* Work order:
Write out, exactly as they appear, only the lines running from the line with "tab at start" to the final line of the listing; include both.

* Records to use:
========================
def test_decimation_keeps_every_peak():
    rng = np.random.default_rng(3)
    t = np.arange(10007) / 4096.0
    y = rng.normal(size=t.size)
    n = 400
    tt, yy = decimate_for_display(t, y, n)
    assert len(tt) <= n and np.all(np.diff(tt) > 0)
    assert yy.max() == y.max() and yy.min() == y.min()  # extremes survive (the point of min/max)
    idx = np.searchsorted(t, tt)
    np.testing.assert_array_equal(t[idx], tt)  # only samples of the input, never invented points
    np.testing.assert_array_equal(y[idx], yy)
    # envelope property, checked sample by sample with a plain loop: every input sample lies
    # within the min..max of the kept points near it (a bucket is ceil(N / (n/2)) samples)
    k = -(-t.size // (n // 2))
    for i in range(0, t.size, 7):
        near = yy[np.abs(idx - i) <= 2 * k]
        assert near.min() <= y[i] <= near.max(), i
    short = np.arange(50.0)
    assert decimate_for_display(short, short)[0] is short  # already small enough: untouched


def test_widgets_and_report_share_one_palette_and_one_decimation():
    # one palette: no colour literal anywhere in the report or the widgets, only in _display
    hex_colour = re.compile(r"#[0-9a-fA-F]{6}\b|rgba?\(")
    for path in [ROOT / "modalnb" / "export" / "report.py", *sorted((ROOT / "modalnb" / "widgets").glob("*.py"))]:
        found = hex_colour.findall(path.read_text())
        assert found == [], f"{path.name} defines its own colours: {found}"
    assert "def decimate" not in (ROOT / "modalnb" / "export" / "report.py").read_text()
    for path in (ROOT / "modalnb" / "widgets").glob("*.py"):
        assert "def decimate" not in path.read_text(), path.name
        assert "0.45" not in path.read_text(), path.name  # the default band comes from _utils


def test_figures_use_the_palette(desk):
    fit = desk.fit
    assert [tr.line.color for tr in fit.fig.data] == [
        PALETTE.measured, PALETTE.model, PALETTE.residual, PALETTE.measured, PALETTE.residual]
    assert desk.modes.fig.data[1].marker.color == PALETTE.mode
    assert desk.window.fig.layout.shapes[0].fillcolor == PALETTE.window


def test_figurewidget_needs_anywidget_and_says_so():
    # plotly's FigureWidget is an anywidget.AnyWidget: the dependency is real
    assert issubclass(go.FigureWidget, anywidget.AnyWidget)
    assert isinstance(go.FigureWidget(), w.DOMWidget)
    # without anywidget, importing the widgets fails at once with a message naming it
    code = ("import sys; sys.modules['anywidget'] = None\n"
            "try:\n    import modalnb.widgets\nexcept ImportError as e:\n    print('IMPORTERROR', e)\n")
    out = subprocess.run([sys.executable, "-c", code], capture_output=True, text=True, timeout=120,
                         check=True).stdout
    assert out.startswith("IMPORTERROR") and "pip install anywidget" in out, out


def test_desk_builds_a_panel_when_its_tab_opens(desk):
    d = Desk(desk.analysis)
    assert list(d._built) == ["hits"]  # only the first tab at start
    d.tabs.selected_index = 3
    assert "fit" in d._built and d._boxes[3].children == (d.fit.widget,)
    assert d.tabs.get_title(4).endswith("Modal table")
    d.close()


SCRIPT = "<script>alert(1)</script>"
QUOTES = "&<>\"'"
========================
* Expected answer:
    assert list(d._built) == ["hits"]  # only the first tab at start
    d.tabs.selected_index = 3
    assert "fit" in d._built and d._boxes[3].children == (d.fit.widget,)
    assert d.tabs.get_title(4).endswith("Modal table")
    d.close()


SCRIPT = "<script>alert(1)</script>"
QUOTES = "&<>\"'"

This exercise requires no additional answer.